[Stored data]
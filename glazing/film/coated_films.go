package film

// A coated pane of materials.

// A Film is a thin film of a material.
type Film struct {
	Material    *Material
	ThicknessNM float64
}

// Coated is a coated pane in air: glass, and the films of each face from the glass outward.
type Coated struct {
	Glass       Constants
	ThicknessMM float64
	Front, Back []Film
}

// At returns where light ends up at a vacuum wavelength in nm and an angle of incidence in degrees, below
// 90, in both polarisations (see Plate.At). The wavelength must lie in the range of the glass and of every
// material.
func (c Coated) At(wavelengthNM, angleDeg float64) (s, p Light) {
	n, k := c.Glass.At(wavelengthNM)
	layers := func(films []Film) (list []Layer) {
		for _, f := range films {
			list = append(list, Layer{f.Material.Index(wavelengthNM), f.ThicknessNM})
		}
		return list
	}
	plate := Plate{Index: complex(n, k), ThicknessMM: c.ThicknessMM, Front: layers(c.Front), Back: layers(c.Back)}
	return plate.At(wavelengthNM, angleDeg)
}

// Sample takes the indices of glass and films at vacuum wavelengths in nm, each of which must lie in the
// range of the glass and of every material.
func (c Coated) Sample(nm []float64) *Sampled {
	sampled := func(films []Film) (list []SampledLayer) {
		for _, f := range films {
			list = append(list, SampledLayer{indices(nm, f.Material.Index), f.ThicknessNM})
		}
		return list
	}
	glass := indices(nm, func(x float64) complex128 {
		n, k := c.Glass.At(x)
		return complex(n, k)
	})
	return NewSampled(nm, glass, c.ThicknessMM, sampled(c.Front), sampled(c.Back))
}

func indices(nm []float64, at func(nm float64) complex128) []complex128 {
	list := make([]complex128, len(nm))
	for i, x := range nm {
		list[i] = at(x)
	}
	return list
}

---

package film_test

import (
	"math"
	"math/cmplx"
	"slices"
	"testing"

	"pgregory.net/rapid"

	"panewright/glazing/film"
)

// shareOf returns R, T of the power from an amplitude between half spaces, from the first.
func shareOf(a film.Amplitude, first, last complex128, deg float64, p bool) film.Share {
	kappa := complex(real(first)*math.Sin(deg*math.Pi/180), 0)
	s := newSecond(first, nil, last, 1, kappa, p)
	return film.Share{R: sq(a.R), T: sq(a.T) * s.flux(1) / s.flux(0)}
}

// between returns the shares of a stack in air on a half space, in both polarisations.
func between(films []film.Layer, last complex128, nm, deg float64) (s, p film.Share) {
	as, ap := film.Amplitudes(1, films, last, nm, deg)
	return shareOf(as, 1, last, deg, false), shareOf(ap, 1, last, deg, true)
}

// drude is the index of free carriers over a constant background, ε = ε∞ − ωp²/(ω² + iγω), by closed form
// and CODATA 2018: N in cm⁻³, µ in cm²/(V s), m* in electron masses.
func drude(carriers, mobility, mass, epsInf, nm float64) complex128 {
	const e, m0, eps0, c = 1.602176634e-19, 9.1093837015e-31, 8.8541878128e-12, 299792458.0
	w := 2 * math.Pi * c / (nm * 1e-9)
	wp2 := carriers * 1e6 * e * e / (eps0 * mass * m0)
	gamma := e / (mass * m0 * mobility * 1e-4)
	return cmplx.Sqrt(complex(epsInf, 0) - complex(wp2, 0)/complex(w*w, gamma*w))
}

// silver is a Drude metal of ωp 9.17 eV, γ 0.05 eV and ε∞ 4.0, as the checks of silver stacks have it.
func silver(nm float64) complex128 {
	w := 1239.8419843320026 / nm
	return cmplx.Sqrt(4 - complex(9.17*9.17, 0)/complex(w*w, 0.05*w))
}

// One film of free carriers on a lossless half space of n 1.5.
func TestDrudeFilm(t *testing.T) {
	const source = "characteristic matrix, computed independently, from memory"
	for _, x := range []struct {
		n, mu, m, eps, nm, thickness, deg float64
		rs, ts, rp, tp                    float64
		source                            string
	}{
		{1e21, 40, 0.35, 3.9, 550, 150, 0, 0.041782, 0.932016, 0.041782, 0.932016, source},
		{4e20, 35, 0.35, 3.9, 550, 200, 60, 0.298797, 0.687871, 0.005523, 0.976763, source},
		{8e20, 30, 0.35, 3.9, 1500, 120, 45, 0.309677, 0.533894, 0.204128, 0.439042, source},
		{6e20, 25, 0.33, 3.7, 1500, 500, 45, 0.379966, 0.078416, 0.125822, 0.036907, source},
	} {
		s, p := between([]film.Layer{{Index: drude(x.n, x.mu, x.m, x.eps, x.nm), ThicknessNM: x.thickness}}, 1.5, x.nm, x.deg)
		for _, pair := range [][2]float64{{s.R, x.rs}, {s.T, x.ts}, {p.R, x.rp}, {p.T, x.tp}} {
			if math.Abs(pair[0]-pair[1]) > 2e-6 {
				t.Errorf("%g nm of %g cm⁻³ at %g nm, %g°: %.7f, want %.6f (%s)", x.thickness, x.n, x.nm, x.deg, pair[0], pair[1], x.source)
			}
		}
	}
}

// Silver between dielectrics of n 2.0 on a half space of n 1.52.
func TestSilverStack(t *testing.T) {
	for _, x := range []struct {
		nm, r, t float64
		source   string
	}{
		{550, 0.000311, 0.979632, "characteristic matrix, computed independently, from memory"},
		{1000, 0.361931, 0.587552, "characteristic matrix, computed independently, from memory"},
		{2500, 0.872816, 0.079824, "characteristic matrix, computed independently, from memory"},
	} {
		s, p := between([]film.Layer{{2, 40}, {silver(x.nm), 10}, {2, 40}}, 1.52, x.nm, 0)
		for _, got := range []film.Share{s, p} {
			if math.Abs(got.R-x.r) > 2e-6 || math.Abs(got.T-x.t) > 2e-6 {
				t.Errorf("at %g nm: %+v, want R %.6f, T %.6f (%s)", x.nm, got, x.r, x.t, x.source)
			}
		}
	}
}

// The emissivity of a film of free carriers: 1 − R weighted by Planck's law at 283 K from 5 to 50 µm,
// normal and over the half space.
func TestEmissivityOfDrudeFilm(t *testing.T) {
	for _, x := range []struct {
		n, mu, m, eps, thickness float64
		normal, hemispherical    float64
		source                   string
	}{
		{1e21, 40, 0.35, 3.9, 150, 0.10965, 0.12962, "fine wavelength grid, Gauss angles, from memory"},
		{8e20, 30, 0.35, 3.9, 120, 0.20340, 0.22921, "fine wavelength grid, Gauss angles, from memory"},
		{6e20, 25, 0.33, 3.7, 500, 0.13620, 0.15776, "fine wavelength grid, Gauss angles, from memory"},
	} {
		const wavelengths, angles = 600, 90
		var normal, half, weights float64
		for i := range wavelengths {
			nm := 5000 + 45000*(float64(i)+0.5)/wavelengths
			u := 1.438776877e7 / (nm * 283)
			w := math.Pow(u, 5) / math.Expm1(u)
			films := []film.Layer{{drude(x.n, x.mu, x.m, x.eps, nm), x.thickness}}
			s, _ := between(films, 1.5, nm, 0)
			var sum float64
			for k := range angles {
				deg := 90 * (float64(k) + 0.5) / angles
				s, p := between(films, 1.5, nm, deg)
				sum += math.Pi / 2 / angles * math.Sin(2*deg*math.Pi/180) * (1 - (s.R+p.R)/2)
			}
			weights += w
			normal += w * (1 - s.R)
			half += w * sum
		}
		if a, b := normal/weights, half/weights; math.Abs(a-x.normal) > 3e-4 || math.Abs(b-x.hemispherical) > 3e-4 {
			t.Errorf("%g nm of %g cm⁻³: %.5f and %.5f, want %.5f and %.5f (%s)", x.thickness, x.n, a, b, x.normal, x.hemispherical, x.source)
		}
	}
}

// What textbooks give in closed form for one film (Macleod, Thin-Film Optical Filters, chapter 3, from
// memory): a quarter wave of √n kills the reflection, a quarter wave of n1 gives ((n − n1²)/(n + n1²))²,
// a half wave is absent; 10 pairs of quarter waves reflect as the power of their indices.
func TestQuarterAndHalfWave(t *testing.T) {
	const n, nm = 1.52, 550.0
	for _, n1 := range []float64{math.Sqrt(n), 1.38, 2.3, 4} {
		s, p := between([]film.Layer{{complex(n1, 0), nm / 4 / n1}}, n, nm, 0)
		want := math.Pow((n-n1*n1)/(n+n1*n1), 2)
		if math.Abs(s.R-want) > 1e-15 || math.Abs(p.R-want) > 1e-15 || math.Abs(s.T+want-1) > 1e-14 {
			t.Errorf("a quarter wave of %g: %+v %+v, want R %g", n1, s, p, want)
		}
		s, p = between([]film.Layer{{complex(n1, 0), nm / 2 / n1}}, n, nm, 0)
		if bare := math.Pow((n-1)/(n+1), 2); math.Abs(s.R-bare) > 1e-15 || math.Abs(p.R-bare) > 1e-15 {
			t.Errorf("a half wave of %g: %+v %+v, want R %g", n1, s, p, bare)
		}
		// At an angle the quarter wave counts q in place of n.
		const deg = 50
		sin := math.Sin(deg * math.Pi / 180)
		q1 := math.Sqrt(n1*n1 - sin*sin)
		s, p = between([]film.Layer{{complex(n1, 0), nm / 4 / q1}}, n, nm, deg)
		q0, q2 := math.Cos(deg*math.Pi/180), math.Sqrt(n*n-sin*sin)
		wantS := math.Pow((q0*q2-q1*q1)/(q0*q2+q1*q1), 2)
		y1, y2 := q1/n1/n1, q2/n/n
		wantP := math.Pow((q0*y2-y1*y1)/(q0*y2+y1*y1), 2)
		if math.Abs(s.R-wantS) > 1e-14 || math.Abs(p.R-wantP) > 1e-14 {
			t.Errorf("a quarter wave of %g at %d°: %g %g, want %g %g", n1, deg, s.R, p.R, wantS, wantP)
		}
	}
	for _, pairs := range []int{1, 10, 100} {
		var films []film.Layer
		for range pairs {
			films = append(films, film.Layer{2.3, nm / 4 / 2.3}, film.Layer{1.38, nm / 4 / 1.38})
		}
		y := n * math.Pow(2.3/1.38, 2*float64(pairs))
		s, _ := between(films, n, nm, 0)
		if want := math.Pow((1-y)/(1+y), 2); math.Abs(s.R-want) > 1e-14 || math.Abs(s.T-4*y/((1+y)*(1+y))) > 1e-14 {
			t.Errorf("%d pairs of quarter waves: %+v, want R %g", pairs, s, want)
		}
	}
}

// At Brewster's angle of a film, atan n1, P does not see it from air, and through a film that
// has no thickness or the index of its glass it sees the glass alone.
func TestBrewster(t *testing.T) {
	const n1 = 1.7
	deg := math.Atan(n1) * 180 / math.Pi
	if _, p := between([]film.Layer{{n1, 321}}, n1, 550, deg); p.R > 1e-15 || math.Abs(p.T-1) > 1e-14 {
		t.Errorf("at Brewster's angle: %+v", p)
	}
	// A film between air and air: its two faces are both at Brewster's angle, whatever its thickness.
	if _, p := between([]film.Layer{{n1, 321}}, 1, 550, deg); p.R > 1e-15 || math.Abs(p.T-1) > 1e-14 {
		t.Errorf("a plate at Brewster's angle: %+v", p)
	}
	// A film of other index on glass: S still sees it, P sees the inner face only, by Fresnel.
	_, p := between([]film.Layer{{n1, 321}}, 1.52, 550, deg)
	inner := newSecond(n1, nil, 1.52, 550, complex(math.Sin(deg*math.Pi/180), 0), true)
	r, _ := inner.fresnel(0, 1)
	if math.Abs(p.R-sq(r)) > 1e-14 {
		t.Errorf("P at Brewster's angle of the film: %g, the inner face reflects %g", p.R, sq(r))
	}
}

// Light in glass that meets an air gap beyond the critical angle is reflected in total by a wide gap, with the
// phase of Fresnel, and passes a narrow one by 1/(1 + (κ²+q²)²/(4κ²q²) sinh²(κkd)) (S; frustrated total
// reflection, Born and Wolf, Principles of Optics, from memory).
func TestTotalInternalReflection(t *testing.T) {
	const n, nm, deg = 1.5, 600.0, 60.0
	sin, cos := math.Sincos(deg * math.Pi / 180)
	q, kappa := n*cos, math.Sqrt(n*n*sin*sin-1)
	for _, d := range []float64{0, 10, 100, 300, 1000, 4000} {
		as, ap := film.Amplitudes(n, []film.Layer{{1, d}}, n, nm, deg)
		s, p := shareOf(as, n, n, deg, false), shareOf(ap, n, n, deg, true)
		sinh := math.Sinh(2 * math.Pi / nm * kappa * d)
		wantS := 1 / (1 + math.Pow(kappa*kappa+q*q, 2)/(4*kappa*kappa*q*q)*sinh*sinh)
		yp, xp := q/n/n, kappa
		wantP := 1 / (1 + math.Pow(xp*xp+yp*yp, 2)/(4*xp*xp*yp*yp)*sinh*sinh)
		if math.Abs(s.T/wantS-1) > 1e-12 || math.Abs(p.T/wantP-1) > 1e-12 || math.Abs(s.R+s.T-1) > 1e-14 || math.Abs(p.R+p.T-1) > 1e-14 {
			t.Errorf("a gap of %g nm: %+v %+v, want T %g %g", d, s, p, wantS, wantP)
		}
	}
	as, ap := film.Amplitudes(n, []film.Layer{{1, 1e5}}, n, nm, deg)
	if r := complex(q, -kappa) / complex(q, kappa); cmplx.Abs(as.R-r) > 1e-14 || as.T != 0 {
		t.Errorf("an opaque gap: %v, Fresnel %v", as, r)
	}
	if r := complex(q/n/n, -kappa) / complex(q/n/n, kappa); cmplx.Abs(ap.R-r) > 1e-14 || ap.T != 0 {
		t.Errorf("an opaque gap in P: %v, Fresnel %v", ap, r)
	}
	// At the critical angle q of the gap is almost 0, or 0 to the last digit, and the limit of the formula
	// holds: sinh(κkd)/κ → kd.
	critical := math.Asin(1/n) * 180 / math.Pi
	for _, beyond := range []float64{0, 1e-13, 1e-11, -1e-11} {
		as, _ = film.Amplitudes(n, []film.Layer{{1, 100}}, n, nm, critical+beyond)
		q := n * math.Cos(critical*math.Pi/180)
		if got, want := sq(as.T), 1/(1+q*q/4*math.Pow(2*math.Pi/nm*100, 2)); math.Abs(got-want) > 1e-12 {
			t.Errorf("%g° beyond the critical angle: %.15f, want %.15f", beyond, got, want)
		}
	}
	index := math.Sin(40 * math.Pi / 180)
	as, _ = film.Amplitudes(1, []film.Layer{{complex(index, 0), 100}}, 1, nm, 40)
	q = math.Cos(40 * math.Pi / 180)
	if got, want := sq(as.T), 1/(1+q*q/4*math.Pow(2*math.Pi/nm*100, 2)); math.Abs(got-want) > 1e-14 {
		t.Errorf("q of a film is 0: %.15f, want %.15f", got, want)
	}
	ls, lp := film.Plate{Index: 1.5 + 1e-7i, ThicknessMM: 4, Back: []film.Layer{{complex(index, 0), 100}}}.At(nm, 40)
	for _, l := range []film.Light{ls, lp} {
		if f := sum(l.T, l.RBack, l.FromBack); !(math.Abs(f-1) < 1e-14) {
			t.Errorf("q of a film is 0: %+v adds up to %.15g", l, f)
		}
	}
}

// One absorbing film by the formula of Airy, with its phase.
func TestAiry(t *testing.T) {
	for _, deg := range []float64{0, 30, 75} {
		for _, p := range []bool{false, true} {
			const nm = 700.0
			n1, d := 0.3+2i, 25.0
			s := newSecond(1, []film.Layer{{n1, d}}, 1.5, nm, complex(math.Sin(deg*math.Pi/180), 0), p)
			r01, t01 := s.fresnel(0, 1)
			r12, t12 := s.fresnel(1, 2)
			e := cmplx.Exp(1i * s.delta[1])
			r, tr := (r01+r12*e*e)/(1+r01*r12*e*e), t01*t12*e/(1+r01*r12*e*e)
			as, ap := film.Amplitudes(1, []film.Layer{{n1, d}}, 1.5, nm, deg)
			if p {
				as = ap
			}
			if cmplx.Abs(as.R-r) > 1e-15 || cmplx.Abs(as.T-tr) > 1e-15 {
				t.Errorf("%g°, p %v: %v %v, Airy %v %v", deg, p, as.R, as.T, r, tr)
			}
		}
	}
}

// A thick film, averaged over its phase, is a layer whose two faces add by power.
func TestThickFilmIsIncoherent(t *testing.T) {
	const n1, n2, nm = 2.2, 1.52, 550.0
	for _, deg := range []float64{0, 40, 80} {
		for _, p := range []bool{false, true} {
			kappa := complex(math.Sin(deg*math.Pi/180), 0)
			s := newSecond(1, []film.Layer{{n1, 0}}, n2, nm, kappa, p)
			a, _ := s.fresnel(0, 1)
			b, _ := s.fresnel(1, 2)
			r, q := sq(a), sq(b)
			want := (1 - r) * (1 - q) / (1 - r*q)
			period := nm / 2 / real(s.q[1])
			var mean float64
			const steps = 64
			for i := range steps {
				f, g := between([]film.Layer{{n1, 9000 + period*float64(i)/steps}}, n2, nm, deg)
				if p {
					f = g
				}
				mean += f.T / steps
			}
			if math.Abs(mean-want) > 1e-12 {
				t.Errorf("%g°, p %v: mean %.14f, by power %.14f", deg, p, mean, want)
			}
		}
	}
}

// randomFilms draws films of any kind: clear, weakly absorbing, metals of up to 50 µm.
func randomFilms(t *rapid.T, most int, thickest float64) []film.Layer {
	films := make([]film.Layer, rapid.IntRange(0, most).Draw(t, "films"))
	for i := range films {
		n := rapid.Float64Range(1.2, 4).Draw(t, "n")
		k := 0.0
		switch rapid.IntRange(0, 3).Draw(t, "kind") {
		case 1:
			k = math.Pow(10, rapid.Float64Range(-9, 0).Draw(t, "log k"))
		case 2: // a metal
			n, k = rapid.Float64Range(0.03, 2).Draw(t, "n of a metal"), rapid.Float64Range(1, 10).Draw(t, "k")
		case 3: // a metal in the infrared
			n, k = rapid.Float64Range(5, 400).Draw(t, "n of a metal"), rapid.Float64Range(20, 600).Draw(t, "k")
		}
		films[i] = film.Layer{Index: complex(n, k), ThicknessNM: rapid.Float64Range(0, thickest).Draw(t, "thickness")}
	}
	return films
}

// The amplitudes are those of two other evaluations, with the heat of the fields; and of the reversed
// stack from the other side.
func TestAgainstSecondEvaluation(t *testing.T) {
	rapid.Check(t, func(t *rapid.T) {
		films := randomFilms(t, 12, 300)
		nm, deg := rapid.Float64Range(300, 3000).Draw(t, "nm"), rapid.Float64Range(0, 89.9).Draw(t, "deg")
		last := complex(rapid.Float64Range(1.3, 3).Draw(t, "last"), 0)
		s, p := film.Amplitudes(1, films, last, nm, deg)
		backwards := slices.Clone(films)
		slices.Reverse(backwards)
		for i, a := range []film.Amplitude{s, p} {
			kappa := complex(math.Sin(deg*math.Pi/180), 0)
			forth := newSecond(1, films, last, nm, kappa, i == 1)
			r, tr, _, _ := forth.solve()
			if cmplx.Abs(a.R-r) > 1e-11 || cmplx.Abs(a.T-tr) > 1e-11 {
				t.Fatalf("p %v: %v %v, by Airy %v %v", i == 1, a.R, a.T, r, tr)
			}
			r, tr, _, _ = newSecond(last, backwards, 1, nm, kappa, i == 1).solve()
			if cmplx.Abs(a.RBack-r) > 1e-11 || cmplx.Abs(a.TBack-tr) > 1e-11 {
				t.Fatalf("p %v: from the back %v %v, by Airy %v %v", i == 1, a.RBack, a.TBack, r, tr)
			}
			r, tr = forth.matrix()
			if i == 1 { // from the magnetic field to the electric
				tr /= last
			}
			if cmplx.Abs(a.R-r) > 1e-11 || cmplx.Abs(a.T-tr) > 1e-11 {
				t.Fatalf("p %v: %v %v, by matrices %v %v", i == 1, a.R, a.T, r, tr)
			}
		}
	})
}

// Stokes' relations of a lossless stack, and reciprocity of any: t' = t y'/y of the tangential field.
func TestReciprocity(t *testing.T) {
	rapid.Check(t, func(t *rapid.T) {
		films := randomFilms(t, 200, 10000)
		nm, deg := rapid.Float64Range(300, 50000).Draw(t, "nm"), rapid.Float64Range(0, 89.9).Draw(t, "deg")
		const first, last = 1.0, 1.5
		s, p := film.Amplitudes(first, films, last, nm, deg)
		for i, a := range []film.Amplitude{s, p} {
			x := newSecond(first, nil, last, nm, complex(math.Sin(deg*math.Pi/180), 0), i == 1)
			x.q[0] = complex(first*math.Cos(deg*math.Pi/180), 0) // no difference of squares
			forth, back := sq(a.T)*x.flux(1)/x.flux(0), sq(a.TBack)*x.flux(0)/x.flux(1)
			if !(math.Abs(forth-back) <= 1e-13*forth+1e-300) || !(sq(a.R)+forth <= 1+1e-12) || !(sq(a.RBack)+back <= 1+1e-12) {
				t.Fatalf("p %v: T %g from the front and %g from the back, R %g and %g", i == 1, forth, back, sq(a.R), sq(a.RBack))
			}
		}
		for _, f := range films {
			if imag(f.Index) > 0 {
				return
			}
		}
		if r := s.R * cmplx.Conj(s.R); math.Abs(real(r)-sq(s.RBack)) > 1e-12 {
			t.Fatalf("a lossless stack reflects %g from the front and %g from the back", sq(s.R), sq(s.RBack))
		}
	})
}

...

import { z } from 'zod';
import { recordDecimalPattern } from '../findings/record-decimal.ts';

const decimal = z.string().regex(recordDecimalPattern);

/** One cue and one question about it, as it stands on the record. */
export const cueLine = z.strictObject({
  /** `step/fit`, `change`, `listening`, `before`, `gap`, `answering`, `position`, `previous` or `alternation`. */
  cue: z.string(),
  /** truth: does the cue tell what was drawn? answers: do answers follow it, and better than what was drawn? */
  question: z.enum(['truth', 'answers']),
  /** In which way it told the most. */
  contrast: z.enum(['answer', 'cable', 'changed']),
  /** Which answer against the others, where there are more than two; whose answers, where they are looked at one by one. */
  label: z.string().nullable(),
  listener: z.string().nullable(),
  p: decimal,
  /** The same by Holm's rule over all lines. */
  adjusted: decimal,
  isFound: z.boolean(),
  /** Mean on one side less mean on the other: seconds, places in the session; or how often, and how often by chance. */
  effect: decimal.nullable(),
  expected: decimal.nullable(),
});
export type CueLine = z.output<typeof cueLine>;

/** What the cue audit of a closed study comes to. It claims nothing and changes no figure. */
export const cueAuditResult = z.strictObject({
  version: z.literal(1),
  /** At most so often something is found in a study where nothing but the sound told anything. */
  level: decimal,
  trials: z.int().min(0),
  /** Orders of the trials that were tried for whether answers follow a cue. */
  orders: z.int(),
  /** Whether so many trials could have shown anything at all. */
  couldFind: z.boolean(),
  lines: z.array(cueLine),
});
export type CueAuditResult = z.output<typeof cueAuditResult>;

_WHAT IS REQUIRED_. List the lines of the records where "recordDecimalPattern" occurs.

_TASK ANSWER_.
import { recordDecimalPattern } from '../findings/record-decimal.ts';
const decimal = z.string().regex(recordDecimalPattern);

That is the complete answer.